We are deeply affected by the values of the world – parenthood should not degrade my living standards, my financial standards, or my standards of freedom – because we are still afraid of losing comfort, pleasure, or something that gives us identity. We are still making the choice in fear.

A year ago, my friend told me in pride and sadness, “I may be the minority in our generation who has seen my mom pregnant.”

Another story is about my wife:

One day in her childhood, her mom (my mother-in-law) said to her, “I conceived your brother and aborted him. Our family is too poor to give him a good life if I gave birth to him.” Helpless and calmness. As if it was not a life, as if there were no choice. As if she were telling her daughter, “I got a cold, took medicine, and everything is okay now.” Most of our parents never thought about free choice in bearing sons and daughters, and they were trying to persuade themselves that giving up the right choice is the best choice to a happy life. They pretended to be okay with that.

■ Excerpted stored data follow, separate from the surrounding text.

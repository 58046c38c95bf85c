package method

import (
	"fmt"
	"math"
	"sync"

	"gonum.org/v1/gonum/integrate/quad"
)

// ChartConstants holds the control chart constants for subgroups of N
// readings from a normal distribution, with 3-sigma factors.
//
// SmallD2 and SmallD3 are the usual d2 and d3 (mean and standard deviation
// of the range of N standard normal readings); SmallD4 is the median of
// that range (used with the median moving range). C4 is the mean of the
// sample standard deviation of N standard normal readings and C5 =
// sqrt(1 - c4²) its standard deviation. The factors follow from them:
//
//	A = 3/√N        A2 = 3/(d2√N)      A3 = 3/(c4√N)      E2 = 3/d2
//	D1 = max(0, d2 − 3d3)   D2 = d2 + 3d3
//	D3 = max(0, 1 − 3d3/d2) D4 = 1 + 3d3/d2
//	B3 = max(0, 1 − 3c5/c4) B4 = 1 + 3c5/c4
//	B5 = max(0, c4 − 3c5)   B6 = c4 + 3c5
type ChartConstants struct {
	N                int
	SmallD2, SmallD3 float64
	SmallD4          float64
	C4, C5           float64
	A, A2, A3, E2    float64
	D1, D2, D3, D4   float64
	B3, B4, B5, B6   float64
}

// ctlMaxN bounds the subgroup size accepted by the constants: the range
// integrals below are laid out for sizes up to this (the upper tail of the
// range of 10⁵ normals is far inside the integration interval).
const ctlMaxN = 100000

// ctlConstCache is made on first use, not at start.
var (
	ctlConstCache map[int]ChartConstants
	ctlConstMu    sync.Mutex
)

// Constants returns the control chart constants for subgroups of n
// readings (2 <= n <= 100000).
//
// d2 and d3 are computed by numerical integration of the distribution of
// the range of n independent standard normal readings (Tippett 1925;
// the integrals as in Harter 1960): with Φ the normal distribution
// function and F(w) = n ∫ φ(x) [Φ(x+w) − Φ(x)]^(n−1) dx the distribution
// function of the range,
//
//	d2 = ∫ [1 − Φ(x)ⁿ − (1 − Φ(x))ⁿ] dx,   E[W²] = ∫₀^∞ 2w (1 − F(w)) dw,
//	d3 = sqrt(E[W²] − d2²),
//
// and d4 solves F(d4) = 1/2. Each integral is a composite 20-point
// Gauss-Legendre rule on panels of width 1/2 (gonum's quad.Legendre
// nodes). c4 is in closed form, c4 = sqrt(2/(n−1)) Γ(n/2)/Γ((n−1)/2),
// through log-gamma. The factors are those of ASTM E2587 and ISO 7870-2
// (see ChartConstants). Results are cached per n.
func Constants(n int) (ChartConstants, error) {
	if n < 2 || n > ctlMaxN {
		return ChartConstants{}, fmt.Errorf("subgroup size %d: constants need 2 to %d readings per subgroup", n, ctlMaxN)
	}
	ctlConstMu.Lock()
	c, ok := ctlConstCache[n]
	ctlConstMu.Unlock()
	if ok {
		return c, nil
	}
	if sd, ok := ctlSeedOf(n); ok {
		c = ctlConstantsOf(n, sd[0], sd[1], sd[2])
	} else {
		c = ctlComputeConstants(n)
	}
	ctlConstMu.Lock()
	if ctlConstCache == nil {
		ctlConstCache = map[int]ChartConstants{}
	}
	ctlConstCache[n] = c
	ctlConstMu.Unlock()
	return c, nil
}

// ctlSeed holds d2, d3 and d4 for the smallest subgroups, as
// ctlRangeMoments and ctlRangeMedian compute them: n = 2 is the moving
// range that every analysis of single readings uses, and 3 to 5 the usual
// subgroup sizes. Their integrals took about 50-115 ms natively and were
// the largest single cost of a first analysis in the browser (a fifth of
// it in Node's WebAssembly). TestConstantsSeed recomputes each one, bit for
// bit: the seed cannot go stale.
// It is a list, laid out by the compiler, so that nothing runs at start;
// ctlSeedOf looks a size up.
var ctlSeed = [...]struct {
	n int
	d [3]float64 // d2, d3, d4
}{
	{2, [3]float64{1.1283791670955123, 0.8525024664274177, 0.9538725524089399}},
	{3, [3]float64{1.6925687506432694, 0.8883680040451981, 1.587787750446347}},
	{4, [3]float64{2.0587507460079286, 0.8798082028249812, 1.9783204855397127}},
	{5, [3]float64{2.3259289472810387, 0.8640819410995016, 2.2568824930261933}},
}

// ctlSeedOf returns the seeded d2, d3 and d4 for subgroups of n, if any.
func ctlSeedOf(n int) ([3]float64, bool) {
	for _, s := range ctlSeed {
		if s.n == n {
			return s.d, true
		}
	}
	return [3]float64{}, false
}

func ctlComputeConstants(n int) ChartConstants {
	d2, d3 := ctlRangeMoments(n)
	return ctlConstantsOf(n, d2, d3, ctlRangeMedian(n))
}

// ctlConstantsOf completes the constants from the range's mean d2,
// standard deviation d3 and median d4 for subgroups of n.
func ctlConstantsOf(n int, d2, d3, d4 float64) ChartConstants {
	c4 := C4(n)
	c5 := math.Sqrt(math.Max(0, 1-c4*c4))
	rn := math.Sqrt(float64(n))
	return ChartConstants{
		N:       n,
		SmallD2: d2,
		SmallD3: d3,
		SmallD4: d4,
		C4:      c4,
		C5:      c5,
		A:       3 / rn,
		A2:      3 / (d2 * rn),
		A3:      3 / (c4 * rn),
		E2:      3 / d2,
		D1:      math.Max(0, d2-3*d3),
		D2:      d2 + 3*d3,
		D3:      math.Max(0, 1-3*d3/d2),
		D4:      1 + 3*d3/d2,
		B3:      math.Max(0, 1-3*c5/c4),
		B4:      1 + 3*c5/c4,
		B5:      math.Max(0, c4-3*c5),
		B6:      c4 + 3*c5,
	}
}

// C4 returns c4(n) = sqrt(2/(n−1)) Γ(n/2)/Γ((n−1)/2), the mean of the
// sample standard deviation of n standard normal readings (closed form,
// e.g. ASTM E2587; computed through log-gamma so it holds for any n >= 2).
// It returns NaN for n < 2.
func C4(n int) float64 {
	if n < 2 {
		return math.NaN()
	}
	a, _ := math.Lgamma(float64(n) / 2)
	b, _ := math.Lgamma(float64(n-1) / 2)
	return math.Sqrt(2/float64(n-1)) * math.Exp(a-b)
}

// ctlGL gives the 20-point Gauss-Legendre nodes and weights on [-1, 1],
// computed on first use (not at start).
var ctlGL = sync.OnceValue(func() (r struct{ x, w [20]float64 }) {
	quad.Legendre{}.FixedLocations(r.x[:], r.w[:], -1, 1)
	return r
})

// ctlPanels integrates f over [a, b] by the 20-point rule on panels of
// width at most 1 (the integrands vary on the scale of the normal density).
// Against the closed forms for n = 2 (d2 = 2/√π, d3 = √(2 − 4/π),
// d4 = √2·Φ⁻¹(3/4)) and n = 3 (d2 = 3/√π, E[W²] = 2 + 3√3/π) the error is
// below 1e-14 (constants_test.go).
func ctlPanels(f func(float64) float64, a, b float64) float64 {
	np := int(math.Ceil(b - a))
	if np < 1 {
		np = 1
	}
	h := (b - a) / float64(np)
	s := 0.0
	gl := ctlGL()
	for p := 0; p < np; p++ {
		lo := a + float64(p)*h
		mid, half := lo+h/2, h/2
		ps := 0.0
		for k := range gl.x {
			ps += gl.w[k] * f(mid+half*gl.x[k])
		}
		s += ps * half
	}
	return s
}

// ctlPhi is the standard normal distribution function, ctlQ its upper tail.
func ctlPhi(x float64) float64 { return 0.5 * math.Erfc(-x/math.Sqrt2) }
func ctlQ(x float64) float64   { return 0.5 * math.Erfc(x/math.Sqrt2) }

// ctlPhiDiff returns Φ(b) − Φ(a) for a <= b without cancellation in the
// upper tail.
func ctlPhiDiff(a, b float64) float64 {
	if a > 0 {
		return ctlQ(a) - ctlQ(b)
	}
	return ctlPhi(b) - ctlPhi(a)
}

// ctlXMax bounds the integrals over the readings: n·Q(ctlXMax) is
// negligible for n up to ctlMaxN.
const ctlXMax = 10.0

// ctlRangeCDF is F(w) = n ∫ φ(x) [Φ(x+w) − Φ(x)]^(n−1) dx.
func ctlRangeCDF(n int, w float64) float64 {
	if w <= 0 {
		return 0
	}
	m := float64(n - 1)
	f := func(x float64) float64 {
		d := ctlPhiDiff(x, x+w)
		if d <= 0 {
			return 0
		}
		return math.Exp(-x*x/2+m*math.Log(d)) / math.Sqrt(2*math.Pi)
	}
	v := float64(n) * ctlPanels(f, -ctlXMax, ctlXMax)
	return math.Min(1, v)
}

// ctlRangeMoments returns d2 and d3 for subgroups of n.
func ctlRangeMoments(n int) (d2, d3 float64) {
	fn := float64(n)
	// 1 − Φ(x)ⁿ − Φ(−x)ⁿ is even in x.
	g := func(x float64) float64 {
		p := ctlPhi(x)
		// 1 − Φ(x)ⁿ = −expm1(n log1p(−Q(x))) keeps the tail.
		return -math.Expm1(fn*math.Log1p(-ctlQ(x))) - math.Pow(1-p, fn)
	}
	d2 = 2 * ctlPanels(g, 0, ctlXMax)
	wmax := 2 * ctlXMax
	m2 := ctlPanels(func(w float64) float64 { return 2 * w * (1 - ctlRangeCDF(n, w)) }, 0, wmax)
	v := m2 - d2*d2
	if v < 0 {
		v = 0
	}
	return d2, math.Sqrt(v)
}

// ctlRangeMedian solves F(w) = 1/2 by regula falsi with the Illinois
// modification, from a bracket found by bisection.
func ctlRangeMedian(n int) float64 {
	lo, hi := 0.0, 2*ctlXMax
	flo, fhi := -0.5, 0.5
	for i := 0; i < 6; i++ { // bisection first: a bracket of width 20/64
		mid := (lo + hi) / 2
		fm := ctlRangeCDF(n, mid) - 0.5
		if fm < 0 {
			lo, flo = mid, fm
		} else {
			hi, fhi = mid, fm
		}
	}
	side := 0
	x := lo
	for i := 0; i < 100 && hi-lo > 1e-15*hi; i++ {
		x = (lo*fhi - hi*flo) / (fhi - flo)
		fx := ctlRangeCDF(n, x) - 0.5
		if fx == 0 {
			return x
		}
		if fx < 0 {
			lo, flo = x, fx
			if side == -1 {
				fhi /= 2
			}
			side = -1
		} else {
			hi, fhi = x, fx
			if side == 1 {
				flo /= 2
			}
			side = 1
		}
	}
	return x
}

The opposite of the one-child policy is not the two-child policy, but freedom to bear children. When I think about it more deeply, we are no better than our parents when celebrating the replacement of the one-child policy with the two-child policy. We may not be affected by the national policy, we may have more choice to deal with it (many of our friends went abroad to bear their second child), but we are deeply affected by the values of the world – parenthood should not degrade my living standards, my financial standards, or my standards of freedom – because we are still afraid of losing comfort, pleasure, or something that gives us identity. We are still making the choice in fear.


Hu Yongjie is a pseudonym for a church planter in Shanghai. In his spare time, he enjoys trail running.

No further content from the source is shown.